Object Localization

Object Localization is a very hard task to do because we should not only predict the object but also we need to detect the exact position of it.

Detection Approaches

We can simplify Object Detection problem by:

Ignoring lower prediction values
Predicting bounding boxes instead of the exact object mask mixing different receptive field layers but this is easier said than done.

There are two main approaches to driving detection algorithms, namely:

YOLO-like approach, where k-means extracted anchor boxes are used, and
SSD-like approach, where a fixed number of predefined bounding boxes are used.

Part A: TinyImageNet

Objective:

Download this TINY IMAGENET dataset.
Train ResNet18 on this dataset (70/30 split) for 50 Epochs. Target 50%+ Validation Accuracy.

Parameters

Augmentations - Horizontal flip, Padding , Random Crop, Cutout and Normalization
Batch Size - 256
Model - Resnet 18 with 200 classes
Optimizer - SGD(momentum - 0.9 , weight_decay - 0.0001)
Scheduler - One Cycle ( max_lr = 0.02, epochs=30, pct_start=1/3, anneal_strategy='linear', cycle_momentum=True, base_momentum=0.85, max_momentum=0.95, div_factor=10.0,final_div_factor =10)

Results

Best train Accuracy - 77.83%
Best test Accuracy - 57.55%

Figure 1 : Training log

Figure 2 : Accuracy plot

GradCam on MisClassified Images

Figure 3 : GradCam

Part B: Analyzing COCO data format (Link)

Coco Dataset:

Objective

Learn how COCO (link) object detection dataset's schema is . This file has the same schema. You'll need to discover what those number are.
Identify these things for this dataset:
- Class distribution (along with the class names) along with a graph
- Calculate the Anchor Boxes for k = 3, 4, 5, 6 and draw them.

What is The COCO Dataset?

COCO annotations are inspired by the Common Objects in Context (COCO) dataset.

"COCO is a large-scale object detection, segmentation, and captioning dataset. COCO has several features: Object segmentation, Recognition in context, Superpixel stuff segmentation, 330K images (>200K labeled), 1.5 million object instances, 80 object categories, 91 stuff categories, 5 captions per image, 250,000 people with keypoints."

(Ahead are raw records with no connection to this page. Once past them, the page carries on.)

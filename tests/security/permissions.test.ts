import { isActionFailure, isHttpError, isRedirect } from '@sveltejs/kit';
import { afterAll, beforeAll, describe, expect, it } from 'vitest';
import { PERMISSIONS } from '../../src/lib/domain/permissions';
import { ROLES, type Role } from '../../src/lib/domain/vocabulary';
import type { Actor } from '../../src/lib/server/actor';
import { openWorld, type World } from '../database/world';
import { routeEvent } from '../http/callRoute';
import { ROUTE_GUARDS } from './routePermissions';

type Entry = (event: never) => unknown;
type RouteModule = Record<string, unknown> & { actions?: Record<string, Entry> };

const modules = import.meta.glob<RouteModule>([
	'/src/routes/**/+page.server.ts',
	'/src/routes/**/+layout.server.ts',
	'/src/routes/**/+server.ts'
]);
const METHODS = ['GET', 'HEAD', 'POST', 'PUT', 'PATCH', 'DELETE', 'OPTIONS', 'fallback'];

let world: World;
const entries = new Map<string, { method: string; call: Entry }>();
const actors = new Map<Role, Actor>();

for (const [file, load] of Object.entries(modules)) {
	const module = await load();
	const name = file.replace('/src/routes', '');
	const add = (entry: string, method: string, call: unknown) =>
		entries.set(`${name} › ${entry}`, { method, call: call as Entry });
	if (module.load) add('load', 'GET', module.load);
	for (const [action, call] of Object.entries(module.actions ?? {})) {
		add(`action ${action}`, 'POST', call);
	}
	for (const method of METHODS) if (module[method]) add(method, method, module[method]);
}

beforeAll(async () => {
	world = await openWorld();
	for (const role of ROLES) actors.set(role, await world.person(role));
});
afterAll(() => world.close());

/** The status with which an entry refuses: 401 for sign in first, 403 for not allowed; null when it went on. */
async function refusalOf(key: string, actor: Actor | null): Promise<number | null> {
	const { method, call } = entries.get(key)!;
	const [file] = key.split(' › ') as [string];
	const isApi = file.endsWith('+server.ts');
	const writes = method !== 'GET' && method !== 'HEAD';
	const event = routeEvent(world.app, {
		method: method === 'fallback' ? 'GET' : method,
		path: '/here',
		actor,
		headers: writes
			? { 'content-type': isApi ? 'application/json' : 'application/x-www-form-urlencoded' }
			: {},
		body: writes ? (isApi ? '{}' : 'a=b') : undefined,
		params: Object.fromEntries(
			[...file.matchAll(/\[+(?:\.\.\.)?(\w+)(?:=\w+)?\]+/g)].map((match) => [
				match[1]!,
				paramFor(match[1]!)
			])
		)
	});
	try {
		const result = await call(event as never);
		if (result instanceof Response) return isRefusal(result.status);
		if (isActionFailure(result)) return isRefusal(result.status);
		return null;
	} catch (thrown) {
		if (isRedirect(thrown)) return thrown.location.startsWith('/auth/sign-in?to=') ? 401 : null;
		if (isHttpError(thrown)) return isRefusal(thrown.status);
		throw thrown;
	}
}

const isRefusal = (status: number) => (status === 401 || status === 403 ? status : null);

function paramFor(name: string): string {
	if (name === 'designation') return 'D26L01-a';
	if (name === 'id' || name.endsWith('Id')) return '00000000-0000-4000-8000-000000000000';
	if (name === 'code') return 'ALM';
	return '1';
}

describe('every load, action and handler', () => {
	it('is on the list of guards, and the list names nothing else', () => {
		expect([...entries.keys()].sort()).toEqual(Object.keys(ROUTE_GUARDS).sort());
	});

	const guarded = [...entries.keys()].filter((key) => ROUTE_GUARDS[key] !== 'public');

	it.each(guarded)('%s sends away who is not signed in', async (key) => {
		expect(await refusalOf(key, null)).toBe(401);
	});

	const byPermission = guarded.filter(
		(key) => ROUTE_GUARDS[key] !== 'key' && ROUTE_GUARDS[key] !== 'signedIn'
	);
	it.each(byPermission)('%s refuses every role without the permission', async (key) => {
		const allowed: readonly Role[] = PERMISSIONS[ROUTE_GUARDS[key] as keyof typeof PERMISSIONS];
		for (const role of ROLES) {
			const status = await refusalOf(key, actors.get(role)!);
			if (!allowed.includes(role)) expect({ role, status }).toEqual({ role, status: 403 });
		}
	});
});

It is one of the best image datasets available, so it is widely used in cutting edge image recognition artificial intelligence research. It is used in open source projects such as

COCO Dataset Format

The COCO dataset is formatted in JSON and is a collection of “info”, “licenses”, “images”, “annotations”, “categories” (in most cases), and “segment info”.

An example of data from (link) is shown below:

id: 1, height: 782, width: 439, bbox:[359, 292, 83, 199]

id     - Image Id
height - Image Original Height
width  - Image Original Width
bbox   - Bounding Box in COCO format (x-top left, y-top left, width, height)

Class Distribution

There are 80 categories in the provided dataset and its distribution is shown below:

Figure 4 : COCO class distribution

What is a bounding box?

A bounding box in essence, is a rectangle that surrounds an object, that specifies its position, class(eg: car, person) and confidence(how likely it is to be at that location). Bounding boxes are mainly used in the task of object detection, where the aim is identifying the position and type of multiple objects in the image.

Figure 5 : Scatter plot for normalized BB dimensions

What is a Anchor box?

Anchor boxes are a set of template bounding boxes which the object detection model use to make a bounding box.

State of the art object detection systems currently do the following:

Create thousands of “anchor boxes” or “prior boxes” for each predictor that represent the ideal location, shape and size of the object it specializes in predicting. In order to determine the ideal number of boxes we need, we use K-means clustering.
For each anchor box, calculate which object’s bounding box has the highest overlap divided by non-overlap. This is called Intersection Over Union or IOU.
If the highest IOU is greater than 50%, tell the anchor box that it should detect the object that gave the highest IOU.
Otherwise if the IOU is greater than 40%, tell the neural network that the true detection is ambiguous and not to learn from that example.
If the highest IOU is less than 40%, then the anchor box should predict that there is no object.